Part 2 - Writing tests. The science of writing tests

In the world of assessment, tests are often called “instruments”. It is a bit of a pretentious term but expresses the idea that there is a purpose to every test. Each test is an instrument intended to gather information about what is going on in people’s minds. There is art in every test question but there is science behind every test.

That science has a long (and sometimes very dark) history. The desire to know how people think has been motivated by both good and bad motives. The underlying concepts remain the same.

At a basic level is the concept of reliability. A reliable test is one that produces test scores that are consistent. One half of a test (e.g. all the even numbered questions) should correlate with the other half (e.g. all the odd numbered questions). A test that contains wildly different subjects or skills is not going to produce reliable data. There are various statistical methods that can be employed to quantify how reliable a set of test data is.

However, a reliable test doesn’t need to be correct or appropriate. A test full of wrong questions can still be reliably wrong. Reliability is a powerful concept but it isn’t enough.

A broader and deeper idea is validity. A simple way of thinking about validity is asking whether the data from a test is really telling you what it claims to be telling you. Practically, test validity is about collecting evidence to support the claims we might make about a test. Is a test fit for purpose? Is it really testing the skills or knowledge it claims to be testing? Does the data have any hidden biases? Is the test valid for all the people it is being used with?

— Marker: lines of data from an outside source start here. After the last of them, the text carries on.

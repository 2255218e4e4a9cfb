"""Every leg kind over the dome on reference equations, against another library: ends, heat, work, entropy, closure."""

from __future__ import annotations

import numpy as np
import pytest
from library import State
from reference_legs import ALL, CASES, by_library, library, solved, where
from scipy.integrate import solve_ivp
from solving import failed_checks, solve

from pathcalc.path.values import rounding_of, scales

NEAR = 2e-8
"""Of T, p and v, and of R T and R: the library's own (p, s) states are iterated to 1e-8 (found: below 1e-8)."""

SAME = 1e-12
"""The two libraries' values of one equation at one temperature and volume, of R T and R."""

CLOSED = 1e-12
"""Closure of every leg here (found: below 3e-13)."""


@pytest.mark.parametrize(("name", "substance"), ALL)
def test_leg(name: str, substance: str) -> None:
    """All of a leg in one test, which solves it once."""
    ends_as_the_library_says(name, substance)
    exchanges_what_the_library_says(name, substance)
    passes_its_phases_and_checks(name, substance)
    states_an_error_that_holds(name, substance)


def ends_as_the_library_says(name: str, substance: str) -> None:
    """The end from the leg's definition and the library alone, changes counted from the start."""
    solution, (a, result), R = solved(name, substance), by_library(name, substance), library(substance).R
    b, start, end = result.end, solution.states["start"], solution.states["a"]
    assert [end[key] for key in "Tpv"] == pytest.approx([b.T, b.p, b.v], rel=NEAR)
    assert end.s - start.s == pytest.approx(b.s - a.s, abs=NEAR * R)
    for key in "uh":
        assert end[key] - start[key] == pytest.approx(getattr(b, key) - getattr(a, key), abs=NEAR * R * b.T)
    assert (end.x == end.x) == (b.x == b.x)
    if b.x == b.x:
        assert end.x == pytest.approx(b.x, abs=NEAR)


def exchanges_what_the_library_says(name: str, substance: str) -> None:
    """Heat, work, entropy generated, and the changes of a and g."""
    solution, (a, result), R = solved(name, substance), by_library(name, substance), library(substance).R
    leg, b = solution.legs["a"], result.end
    assert leg.heat == pytest.approx(result.heat, abs=NEAR * R * b.T)
    assert leg.work == pytest.approx(result.work, abs=NEAR * R * b.T)
    assert leg.entropy_generated == pytest.approx(result.entropy_generated, abs=NEAR * R)
    assert leg.entropy_generated >= -SAME * R
    assert leg.exergy_destroyed == pytest.approx(298.15 * result.entropy_generated, abs=NEAR * R * 298.15)
    # the changes of g and a need the entropy itself, whose zero is the program's
    s_a = solution.states["start"].s
    s_b = s_a + (b.s - a.s)
    for key, energy in (("a", "u"), ("g", "h")):
        change = getattr(b, energy) - getattr(a, energy) - (b.T * s_b - a.T * s_a)
        assert leg.delta[key] == pytest.approx(change, abs=NEAR * R * b.T * max(1.0, abs(s_b) / R)), key


def passes_its_phases_and_checks(name: str, substance: str) -> None:
    """Phases in order, no self-check failed, closure at rounding."""
    solution = solved(name, substance)
    assert tuple(piece["phase"] for piece in solution.pieces("a")) == CASES[name].phases
    assert failed_checks(solution) == []
    maxwell = solution.legs["a"].maxwell
    assert maxwell.closure < CLOSED


def states_an_error_that_holds(name: str, substance: str) -> None:
    """Route 1 against the library's equation at the very temperatures and volumes of the ends."""
    solution, lib = solved(name, substance), library(substance)
    (leg,) = solution.path.legs
    a, b = (lib.at_our(place.points) for place in (leg.inlet, leg.end))
    scale = scales(solution.path, leg)[:, 0] / lib.M
    maxwell = solution.legs["a"].maxwell
    bound = maxwell.error + float(rounding_of(solution.path, leg)[0])
    assert bound < 1e-8
    for row, (key, unit) in enumerate((("s", lib.R), ("u", lib.R * b.T), ("h", lib.R * b.T))):
        miss = abs(maxwell[f"d{key}"] - (getattr(b, key) - getattr(a, key)))
        assert miss <= bound * scale[row] + SAME * unit, key


@pytest.mark.parametrize("substance", ["carbon-dioxide", "ammonia", "water"])
@pytest.mark.parametrize("start", ["superheated", "subcooled"])
def test_polytropic_efficiency_into_the_dome(start: str, substance: str) -> None:
    """dh = 0.8 v dp by an integrator of ordinary differential equations over the library's (h, p) states, both sides

    of where it meets the saturation line.
    """
    w = where(substance)
    lib, a, p = w.lib, w.start(start), 0.35 * w.p
    solution = solve(
        f"substance: {substance}, equation: reference",
        f"T: {a.T!r} K, p: {a.p!r} Pa",
        f"name: a, path: adiabatic, to: {{p: {p!r} Pa}}, polytropic_efficiency: 0.8",
    )
    edge = 1.0 if start == "superheated" else 0.0

    def slope(y: float, h: np.ndarray) -> list[float]:
        return [0.8 * np.exp(y) * lib.of(h=h[0], p=np.exp(y)).v]

    def at_edge(y: float, h: np.ndarray) -> float:
        return float(h[0] - lib.of(p=np.exp(y), x=edge).h)

    at_edge.terminal = True  # type: ignore[attr-defined]
    how = {"method": "DOP853", "rtol": 1e-10, "atol": 1e-5}
    dry = solve_ivp(slope, (np.log(a.p), np.log(p)), [a.h], events=at_edge, **how)
    assert dry.status == 1
    wet = solve_ivp(slope, (dry.t[-1], np.log(p)), [lib.of(p=np.exp(dry.t[-1]), x=edge).h], **how)
    h = float(wet.y[0, -1])
    end: State = lib.of(h=h, p=p)
    assert solution.states["a"].x == pytest.approx(end.x, abs=NEAR)
    assert solution.legs["a"].work == pytest.approx(h - a.h, abs=NEAR * lib.R * a.T)
    assert solution.legs["a"].entropy_generated == pytest.approx(end.s - a.s, abs=NEAR * lib.R)
    assert [piece["phase"] for piece in solution.pieces("a")][1:] == ["two-phase"]
    assert failed_checks(solution) == []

In practice, validity is always an open question for any test. There are multiple perspectives of validity including:

Predictive validity: how well does a test predict future performance in the same area.
Face validity: do expert reviewers in the subject area agree that the test content is correct and appropriate.
Consequential validity: how will the test data be used and what decisions will be made using the test data.

These different concepts are complimentary but they each suggest different approaches to collecting evidence to show a test is valid. Some involve review by experts and others involve statistical analysis and other require long-term ongoing research.

It is a rich and complex field, with few easy answers.